WORK REQUIRED: What is needed here is every line of the records that includes "members".

SOURCE MATERIAL:
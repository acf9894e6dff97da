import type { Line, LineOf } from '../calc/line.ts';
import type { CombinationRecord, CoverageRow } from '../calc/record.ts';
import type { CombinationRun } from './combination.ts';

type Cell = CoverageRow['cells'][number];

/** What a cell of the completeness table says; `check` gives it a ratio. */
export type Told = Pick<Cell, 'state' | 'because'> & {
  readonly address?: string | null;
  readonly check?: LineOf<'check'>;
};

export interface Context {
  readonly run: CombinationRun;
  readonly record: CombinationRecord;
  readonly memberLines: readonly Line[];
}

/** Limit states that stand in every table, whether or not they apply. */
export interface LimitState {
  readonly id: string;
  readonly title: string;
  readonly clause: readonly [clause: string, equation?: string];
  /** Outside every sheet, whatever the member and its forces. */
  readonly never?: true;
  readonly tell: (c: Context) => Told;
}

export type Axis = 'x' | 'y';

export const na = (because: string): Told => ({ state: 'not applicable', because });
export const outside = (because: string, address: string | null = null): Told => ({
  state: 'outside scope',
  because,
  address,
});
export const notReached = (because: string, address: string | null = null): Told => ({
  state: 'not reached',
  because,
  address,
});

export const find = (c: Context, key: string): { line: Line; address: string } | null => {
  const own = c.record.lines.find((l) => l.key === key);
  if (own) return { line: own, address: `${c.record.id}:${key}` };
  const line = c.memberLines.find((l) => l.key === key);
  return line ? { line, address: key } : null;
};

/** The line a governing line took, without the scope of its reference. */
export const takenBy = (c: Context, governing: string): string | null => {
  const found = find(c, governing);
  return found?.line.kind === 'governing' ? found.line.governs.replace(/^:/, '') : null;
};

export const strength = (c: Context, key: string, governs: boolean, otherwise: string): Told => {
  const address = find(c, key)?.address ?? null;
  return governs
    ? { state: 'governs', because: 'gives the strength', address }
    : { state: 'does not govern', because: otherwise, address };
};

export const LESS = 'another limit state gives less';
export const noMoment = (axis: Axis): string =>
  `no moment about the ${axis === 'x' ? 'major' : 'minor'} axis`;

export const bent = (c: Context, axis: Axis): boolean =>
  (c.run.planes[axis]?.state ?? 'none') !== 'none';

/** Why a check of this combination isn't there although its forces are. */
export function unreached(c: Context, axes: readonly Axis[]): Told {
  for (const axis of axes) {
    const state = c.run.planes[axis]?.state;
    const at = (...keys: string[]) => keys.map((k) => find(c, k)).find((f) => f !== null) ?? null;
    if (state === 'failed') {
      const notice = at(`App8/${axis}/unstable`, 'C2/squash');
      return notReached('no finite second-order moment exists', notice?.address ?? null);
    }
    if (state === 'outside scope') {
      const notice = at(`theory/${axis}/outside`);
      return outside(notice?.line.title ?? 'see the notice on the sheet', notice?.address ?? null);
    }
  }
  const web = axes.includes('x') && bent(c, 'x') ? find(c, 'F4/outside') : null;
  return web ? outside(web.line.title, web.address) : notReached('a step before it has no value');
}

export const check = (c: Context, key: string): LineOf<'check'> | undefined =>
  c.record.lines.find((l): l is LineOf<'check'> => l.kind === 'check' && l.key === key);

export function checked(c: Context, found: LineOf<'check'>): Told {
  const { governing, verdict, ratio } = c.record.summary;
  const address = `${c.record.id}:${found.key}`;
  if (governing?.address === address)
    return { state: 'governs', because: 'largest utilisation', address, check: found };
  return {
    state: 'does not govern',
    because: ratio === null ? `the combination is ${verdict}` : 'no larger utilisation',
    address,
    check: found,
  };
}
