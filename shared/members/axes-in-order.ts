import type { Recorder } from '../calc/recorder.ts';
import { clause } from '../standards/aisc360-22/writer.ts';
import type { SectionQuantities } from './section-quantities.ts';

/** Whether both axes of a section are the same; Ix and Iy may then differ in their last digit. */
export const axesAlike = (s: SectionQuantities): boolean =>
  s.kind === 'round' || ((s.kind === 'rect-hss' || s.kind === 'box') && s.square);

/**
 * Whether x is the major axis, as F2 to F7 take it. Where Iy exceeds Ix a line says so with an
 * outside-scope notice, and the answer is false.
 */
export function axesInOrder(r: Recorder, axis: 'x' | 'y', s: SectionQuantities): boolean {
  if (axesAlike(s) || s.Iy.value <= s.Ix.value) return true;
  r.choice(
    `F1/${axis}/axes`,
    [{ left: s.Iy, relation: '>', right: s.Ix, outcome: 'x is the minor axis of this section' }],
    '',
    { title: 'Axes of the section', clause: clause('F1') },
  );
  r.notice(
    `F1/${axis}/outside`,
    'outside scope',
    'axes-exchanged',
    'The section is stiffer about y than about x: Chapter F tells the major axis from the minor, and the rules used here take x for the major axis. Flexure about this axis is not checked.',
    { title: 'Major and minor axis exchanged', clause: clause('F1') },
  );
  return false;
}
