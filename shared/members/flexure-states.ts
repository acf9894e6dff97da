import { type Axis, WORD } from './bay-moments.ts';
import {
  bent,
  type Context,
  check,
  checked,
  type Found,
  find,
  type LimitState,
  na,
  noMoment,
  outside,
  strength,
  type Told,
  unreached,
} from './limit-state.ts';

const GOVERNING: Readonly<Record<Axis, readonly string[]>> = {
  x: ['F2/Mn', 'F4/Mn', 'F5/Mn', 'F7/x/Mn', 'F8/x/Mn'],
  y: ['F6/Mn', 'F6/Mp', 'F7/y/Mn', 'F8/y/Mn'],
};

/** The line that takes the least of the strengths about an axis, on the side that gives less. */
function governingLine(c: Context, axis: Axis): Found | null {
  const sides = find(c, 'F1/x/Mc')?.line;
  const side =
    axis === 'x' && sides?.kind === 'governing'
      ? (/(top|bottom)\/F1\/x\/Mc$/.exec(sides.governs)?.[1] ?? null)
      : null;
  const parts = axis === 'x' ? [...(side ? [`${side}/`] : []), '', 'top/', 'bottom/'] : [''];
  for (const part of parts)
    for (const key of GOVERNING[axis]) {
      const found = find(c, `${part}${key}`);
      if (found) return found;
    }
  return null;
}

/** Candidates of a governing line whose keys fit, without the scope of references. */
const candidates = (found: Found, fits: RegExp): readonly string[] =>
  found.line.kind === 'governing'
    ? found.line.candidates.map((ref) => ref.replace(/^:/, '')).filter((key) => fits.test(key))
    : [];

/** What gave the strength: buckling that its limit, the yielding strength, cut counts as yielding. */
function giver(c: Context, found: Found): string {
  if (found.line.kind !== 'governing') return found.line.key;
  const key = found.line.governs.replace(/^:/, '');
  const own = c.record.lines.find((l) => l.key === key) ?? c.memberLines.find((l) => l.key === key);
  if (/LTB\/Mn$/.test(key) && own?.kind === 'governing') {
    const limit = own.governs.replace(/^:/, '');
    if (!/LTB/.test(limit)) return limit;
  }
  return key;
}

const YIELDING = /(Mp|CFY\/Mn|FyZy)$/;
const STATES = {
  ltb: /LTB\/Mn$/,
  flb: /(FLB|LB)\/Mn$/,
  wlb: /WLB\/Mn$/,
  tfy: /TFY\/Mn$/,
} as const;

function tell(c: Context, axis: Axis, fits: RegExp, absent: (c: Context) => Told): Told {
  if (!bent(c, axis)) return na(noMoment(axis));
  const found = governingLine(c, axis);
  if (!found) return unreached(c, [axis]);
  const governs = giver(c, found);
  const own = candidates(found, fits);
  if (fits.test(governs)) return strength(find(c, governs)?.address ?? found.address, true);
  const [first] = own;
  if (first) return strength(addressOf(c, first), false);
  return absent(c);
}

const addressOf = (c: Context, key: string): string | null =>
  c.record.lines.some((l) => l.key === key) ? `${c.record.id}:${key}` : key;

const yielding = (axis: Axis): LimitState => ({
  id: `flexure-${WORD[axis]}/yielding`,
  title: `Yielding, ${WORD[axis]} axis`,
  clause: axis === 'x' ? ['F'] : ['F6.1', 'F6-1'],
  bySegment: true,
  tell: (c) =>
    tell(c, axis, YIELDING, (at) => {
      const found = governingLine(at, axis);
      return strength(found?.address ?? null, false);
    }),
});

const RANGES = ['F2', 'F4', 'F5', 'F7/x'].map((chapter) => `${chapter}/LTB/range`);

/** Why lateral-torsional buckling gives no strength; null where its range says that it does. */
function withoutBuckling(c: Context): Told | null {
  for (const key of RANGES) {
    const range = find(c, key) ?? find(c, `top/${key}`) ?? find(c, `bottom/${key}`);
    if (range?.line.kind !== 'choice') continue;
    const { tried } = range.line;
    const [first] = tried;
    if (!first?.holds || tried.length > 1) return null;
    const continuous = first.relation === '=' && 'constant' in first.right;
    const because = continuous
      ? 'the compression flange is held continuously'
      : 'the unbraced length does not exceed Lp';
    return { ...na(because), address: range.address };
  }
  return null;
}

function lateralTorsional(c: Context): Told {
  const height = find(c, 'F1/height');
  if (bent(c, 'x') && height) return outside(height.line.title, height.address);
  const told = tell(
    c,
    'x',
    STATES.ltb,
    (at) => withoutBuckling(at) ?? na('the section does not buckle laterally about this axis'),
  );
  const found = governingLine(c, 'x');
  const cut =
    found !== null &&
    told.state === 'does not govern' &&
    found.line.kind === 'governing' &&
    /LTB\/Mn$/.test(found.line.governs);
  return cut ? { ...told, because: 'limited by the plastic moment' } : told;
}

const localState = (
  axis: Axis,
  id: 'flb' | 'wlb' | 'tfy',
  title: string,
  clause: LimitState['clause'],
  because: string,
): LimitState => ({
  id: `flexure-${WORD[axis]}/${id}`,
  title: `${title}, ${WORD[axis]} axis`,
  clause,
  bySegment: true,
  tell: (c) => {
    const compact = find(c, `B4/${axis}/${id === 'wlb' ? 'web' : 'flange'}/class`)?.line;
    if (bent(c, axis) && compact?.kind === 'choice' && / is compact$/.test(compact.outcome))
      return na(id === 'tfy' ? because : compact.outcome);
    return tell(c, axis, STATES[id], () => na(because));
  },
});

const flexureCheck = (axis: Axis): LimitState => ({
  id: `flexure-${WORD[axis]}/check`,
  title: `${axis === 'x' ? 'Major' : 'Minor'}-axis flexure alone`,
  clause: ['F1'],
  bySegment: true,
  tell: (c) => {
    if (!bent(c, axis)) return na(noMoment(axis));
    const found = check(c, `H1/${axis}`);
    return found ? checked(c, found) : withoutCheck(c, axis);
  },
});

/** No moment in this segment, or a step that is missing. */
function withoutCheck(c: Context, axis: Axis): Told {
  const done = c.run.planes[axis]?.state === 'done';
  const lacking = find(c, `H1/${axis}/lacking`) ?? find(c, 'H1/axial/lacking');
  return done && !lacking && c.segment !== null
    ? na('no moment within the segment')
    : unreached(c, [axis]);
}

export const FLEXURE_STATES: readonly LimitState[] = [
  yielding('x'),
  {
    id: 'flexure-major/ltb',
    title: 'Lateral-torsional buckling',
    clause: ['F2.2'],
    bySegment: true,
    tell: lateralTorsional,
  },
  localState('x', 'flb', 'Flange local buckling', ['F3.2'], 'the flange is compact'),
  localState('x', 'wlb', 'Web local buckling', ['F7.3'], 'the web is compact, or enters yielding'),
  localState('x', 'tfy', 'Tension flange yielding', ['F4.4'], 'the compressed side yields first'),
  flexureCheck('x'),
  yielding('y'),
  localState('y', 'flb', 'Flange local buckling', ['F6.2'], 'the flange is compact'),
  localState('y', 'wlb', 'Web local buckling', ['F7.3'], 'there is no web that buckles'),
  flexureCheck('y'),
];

ANSWER BELOW:
filename shared/members/axes-in-order.ts
filename shared/members/flexure-states.ts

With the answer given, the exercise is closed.